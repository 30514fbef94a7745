import { spawnSync } from "node:child_process";
import { mkdtempSync, writeFileSync } from "node:fs";
import { tmpdir } from "node:os";
import { join, resolve } from "node:path";
import { describe, expect, it, vi } from "vitest";
import { analyzeScenario } from "@/lib/engine";
import {
  defaultScenario,
  fieldDefaults,
  parseScenario,
  physicsFieldDefaults,
  scenarioJsonSchema,
  scenarioSchema,
} from "@/lib/scenarios/schema";
import { climateInputSchema } from "@/lib/scenarios/schema-climate";
import { FIXTURES, fixtureDocument, readFixture } from "./helpers";

// Whole-year runs and property tests: generous time on a shared CI machine.
vi.setConfig({ testTimeout: 60_000 });

const ROOT = resolve(__dirname, "../../..");

function errorsOf(doc: unknown): { path: string; message: string }[] {
  const r = parseScenario(doc);
  return r.ok ? [] : r.errors;
}

/**
 * The object (or array) at a dotted path inside a fixture document, e.g. "options.0.tower", for breaking
 * one field on purpose. Throws when the fixture has no such node, so a renamed field fails loudly.
 */
function at(doc: unknown, path: string): Record<string, unknown> {
  let node: unknown = doc;
  for (const key of path.split(".")) {
    if (typeof node !== "object" || node === null || !(key in node)) throw new Error(`the fixture has no ${path}`);
    node = (node as Record<string, unknown>)[key];
  }
  if (typeof node !== "object" || node === null) throw new Error(`${path} in the fixture is not an object`);
  return node as Record<string, unknown>;
}

function arrayAt(doc: unknown, path: string): unknown[] {
  const node = at(doc, path);
  if (!Array.isArray(node)) throw new Error(`${path} in the fixture is not an array`);
  return node;
}

describe("scenario schema", () => {
  // Stored scenarios written before issue 10 keep reading: the evaporation-credit flag becomes the sewer
  // basis, the heater's "runs below dry-bulb" becomes its thermostat set-point, and the heat loss defaults
  // to the rating over the set-point's margin above −17.8 °C (hand: 8 kW / (4.4 + 17.8) K = 0.3604 kW/K).
  it("reads stored scenarios with the earlier sewer-credit flag and basin-heater threshold", () => {
    const doc = readFixture("scenario-hourly.json");
    at(doc, "water").sewerEvaporationCredit = true;
    at(doc, "options.0").basinHeater = { powerKW: 8, belowDryBulbC: 4.4 };
    const climate = fixtureDocument("scenario-hourly.json").climate;
    const r = parseScenario({ ...doc, climate });
    expect(r.ok).toBe(true);
    if (!r.ok) return;
    expect(r.value.water.sewerBasis).toBe("makeupMinusEvaporation");
    expect("sewerEvaporationCredit" in r.value.water).toBe(false);
    const bh = r.value.options[0]?.basinHeater;
    expect(bh?.setPointC).toBe(4.4);
    expect(bh?.heatLossKWPerK).toBeCloseTo(8 / 22.2, 12);
    expect(bh?.drainedWhenIdle).toBe(false);
    at(doc, "water").sewerEvaporationCredit = false;
    const r2 = parseScenario({ ...doc, climate });
    expect(r2.ok && r2.value.water.sewerBasis).toBe("makeup");
    // An explicit basis wins over the old flag.
    at(doc, "water").sewerBasis = "blowdown";
    const r3 = parseScenario({ ...doc, climate });
    expect(r3.ok && r3.value.water.sewerBasis).toBe("blowdown");
  });

  it("parses both example scenarios and fills the defaults from fieldDefaults", () => {
    const r = parseScenario(readFixture("scenario-bins.json"));
    expect(r.ok).toBe(true);
    if (!r.ok) return;
    const direct = r.value.options[0];
    expect(direct?.fan.minSpeedFraction).toBe(fieldDefaults["options[].fan.minSpeedFraction"]?.default);
    expect(direct && "condenserPump" in direct ? direct.condenserPump.headM : undefined).toBe(22);
    expect(r.value.fouling.asymptoticM2KPerW).toBe(physicsFieldDefaults["fouling.asymptoticM2KPerW"].default);
    expect(r.value.water.limits.silicaMgPerL).toBe(150);
    expect(r.value.tariffs.escalation.water).toBe(fieldDefaults["tariffs.escalation.water"]?.default);
    expect(parseScenario(fixtureDocument("scenario-hourly.json")).ok).toBe(true);
  });

  it("round-trips: the parsed scenario, as JSON, parses to itself", () => {
    const first = scenarioSchema.parse(readFixture("scenario-bins.json"));
    const again = scenarioSchema.parse(JSON.parse(JSON.stringify(first)));
    expect(again).toEqual(first);
  });

  it("refuses upkeep intervals shorter than a week and lives shorter than a quarter-year (no runaway cash-flow loop)", () => {
    // A probe found everyYears = 5e-324 (positive, so once accepted) made the cash-flow loop run practically
    // forever. Bounds [practice]: weekly is the shortest scheduled upkeep interval, 0.25 year the shortest life.
    const doc = readFixture("scenario-bins.json");
    const items = at(doc, "options.0.costs.upkeep.periodicItems") as unknown as Record<string, unknown>[];
    items[0]!.everyYears = 5e-324;
    const lives = at(doc, "options.0.costs.components") as unknown as Record<string, unknown>[];
    lives[0]!.lifeYears = 0.01;
    const paths = errorsOf(doc).map((e) => e.path);
    expect(paths).toContain("options.0.costs.upkeep.periodicItems.0.everyYears");
    expect(paths).toContain("options.0.costs.components.0.lifeYears");
    const ok = readFixture("scenario-bins.json");
    (at(ok, "options.0.costs.upkeep.periodicItems") as unknown as Record<string, unknown>[])[0]!.everyYears = 1 / 52;
    expect(errorsOf(ok)).toEqual([]);
  });

  it("reports cross-field problems at the field to fix", () => {
    const doc = readFixture("scenario-bins.json");
    at(doc, "options.0.tower").leavingWaterC = 34;
    at(doc, "duty").minimumCondensingC = 36;
    at(doc, "options.2").id = at(doc, "options.1").id;
    at(doc, "duty.loadProfile").fractions = [1, 1];
    at(doc, "options.1.condenser").designCondensingC = 20;
    const paths = errorsOf(doc).map((e) => e.path);
    expect(paths).toContain("options.0.tower.leavingWaterC");
    expect(paths).toContain("duty.minimumCondensingC");
    expect(paths).toContain("options.2.id");
    expect(paths).toContain("duty.loadProfile.fractions");
    expect(paths).toContain("options.1.condenser.designCondensingC");
  });

  it("reports missing and mistyped fields with their paths; 2–4 options; known kinds only", () => {
    const doc = readFixture("scenario-bins.json");
    delete at(doc, "options.0.tower").waterFlowKgPerS;
    at(doc, "options.1.fan").designPowerKW = "thirty";
    doc.water = { ...at(doc, "water"), cyclesMode: "entered", cyclesOfConcentration: undefined };
    const paths = errorsOf(doc).map((e) => e.path);
    expect(paths).toContain("options.0.tower.waterFlowKgPerS");
    expect(paths).toContain("options.1.fan.designPowerKW");
    expect(paths).toContain("water.cyclesOfConcentration");
    const one = readFixture("scenario-bins.json");
    one.options = arrayAt(one, "options").slice(0, 1);
    expect(errorsOf(one).map((e) => e.path)).toContain("options");
    const bad = readFixture("scenario-bins.json");
    at(bad, "options.0").kind = "evaporativeCondenser";
    expect(errorsOf(bad).some((e) => e.path.startsWith("options.0"))).toBe(true);
  });

  it("every defaulted field carries a source", () => {
    for (const [path, d] of Object.entries(fieldDefaults)) {
      expect(d.source.length, path).toBeGreaterThan(3);
      expect(d.default, path).not.toBeUndefined();
    }
  });

  it("exports a JSON Schema of the document", () => {
    const s = scenarioJsonSchema as { type?: string; properties?: Record<string, unknown>; required?: string[] };
    expect(s.type).toBe("object");
    expect(Object.keys(s.properties ?? {})).toEqual(expect.arrayContaining(["site", "climate", "duty", "options", "water", "fouling", "tariffs"]));
    expect(s.required).toEqual(expect.arrayContaining(["inputVersion", "site", "climate", "duty", "options", "water"]));
  });

  it("defaultScenario is valid and analyses at once; its first costs are missing until entered (issue 11)", () => {
    const doc = readFixture("scenario-bins.json");
    const draft = defaultScenario(climateInputSchema.parse(doc.climate), { elevationM: 100, locationLabel: "test" });
    expect(errorsOf(draft)).toEqual([]);
    const parsed = parseScenario(draft);
    expect(parsed.ok).toBe(true);
    if (parsed.ok) {
      const a = analyzeScenario(parsed.value);
      expect(a.physics).toHaveLength(3);
      // Every option is named as missing its first cost, and nothing that needs it (tornado, Monte Carlo) ran.
      expect(a.economics.firstCostsMissing).toEqual(["tower-direct", "tower-plate", "cooler"]);
      expect(a.economics.sensitivity).toBeUndefined();
      expect(a.economics.monteCarlo).toBeUndefined();
      // Operating costs are priced all the same.
      for (const o of a.economics.options) expect(o.firstYearOperatingCost).toBeGreaterThan(0);
    }
    const firstCost = { equipment: 1, installation: 0, structureAndCrane: 0, electrical: 0, controls: 0, plateExchanger: 0, waterTreatmentEquipment: 0, meters: 0, other: 0 };
    const complete = { ...draft, options: draft.options.map((o) => ({ ...o, costs: { ...o.costs, firstCost } })) };
    const r = parseScenario(complete);
    expect(r.ok).toBe(true);
    if (r.ok) expect(analyzeScenario(r.value).economics.firstCostsMissing).toEqual([]);
  });
});

describe("npm run analyze", () => {
  const run = (file: string) =>
    spawnSync(process.execPath, ["--import", "tsx", join(ROOT, "scripts/analyze.ts"), file], { cwd: ROOT, encoding: "utf8", timeout: 120_000 });

  it("prints the result of a valid scenario", () => {
    const r = run(join(FIXTURES, "scenario-bins.json"));
    expect(r.status).toBe(0);
    const out = JSON.parse(r.stdout);
    expect(out.physics).toHaveLength(3);
    expect(out.economics.options).toHaveLength(3);
  }, 120_000);

  it("prints field-path errors and exits with 2 for a malformed scenario", () => {
    const doc = readFixture("scenario-bins.json");
    at(doc, "options.0.tower").leavingWaterC = 40;
    delete at(doc, "duty").designCop;
    const dir = mkdtempSync(join(tmpdir(), "loopledger-"));
    const file = join(dir, "bad.json");
    writeFileSync(file, JSON.stringify(doc));
    const r = run(file);
    expect(r.status).toBe(2);
    expect(r.stderr).toContain("options.0.tower.leavingWaterC:");
    expect(r.stderr).toContain("duty.designCop:");
    expect(r.stdout).toBe("");
  }, 120_000);
});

——

WHAT IS REQUIRED: Go through the entries and copy every line that has "writeFileSync".

COMPLETED TASK:
import { mkdtempSync, writeFileSync } from "node:fs";
    writeFileSync(file, JSON.stringify(doc));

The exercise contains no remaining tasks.